Hello Vjekoslav,
Everything has been saved above: your CPU will consume so much more power than the GPU that the saving in programming time isn't worth the loss of performance/power consumption. From what I measured long ago, anything above 800x600 and your CPU will be spending too many cycles it could use to do something more useful, or just save power.
Even if you need to implement a hardware renderer several times, all you need for a GUI-application is being able to draw some colored and textured quads, it's not like you have to rewrite Unreal Engine 4's renderer and port it to several platforms.
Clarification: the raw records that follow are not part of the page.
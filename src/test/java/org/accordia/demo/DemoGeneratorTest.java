package org.accordia.demo;

import static org.junit.jupiter.api.Assertions.assertArrayEquals;
import static org.junit.jupiter.api.Assertions.assertEquals;
import static org.junit.jupiter.api.Assertions.assertFalse;
import static org.junit.jupiter.api.Assertions.assertNotNull;
import static org.junit.jupiter.api.Assertions.assertThrows;
import static org.junit.jupiter.api.Assertions.assertTrue;

import java.nio.file.Files;
import java.nio.file.Path;
import java.util.ArrayList;
import java.util.Arrays;
import java.util.List;
import java.util.stream.Stream;
import org.accordia.io.Geometry;
import org.accordia.io.InputException;
import org.accordia.io.LabelVolume;
import org.accordia.io.ReadLimits;
import org.accordia.io.Volumes;
import org.accordia.study.LoadOptions;
import org.accordia.study.Study;
import org.accordia.study.StudyLoader;
import org.junit.jupiter.api.BeforeAll;
import org.junit.jupiter.api.Test;
import org.junit.jupiter.api.io.TempDir;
And if you care so little about performance that you were considering a software renderer, writing an naive unoptimized hardware renderer will still outperform it.
Abner made the same point using nuklear; I'm more familiar with
Dear ImGui and its samples implement just enough of the graphics API to be able to display any GUI component, you can use them as a starting point for your GUI application without modifying the renderer code!
What Casey did in Handmade Hero's first renderer has value in that it shows us that computers nowadays are vastly overpowered, compared to the performance the software we use can make us believe. That doesn't mean shipping an application with a 16-thread software renderer is a sensible idea!
Regarding your last post, these points don't seem related to comparing software- and hardware-rendered GUI applications, but just that some GUI libraries are closed-source or too bloated to be modified?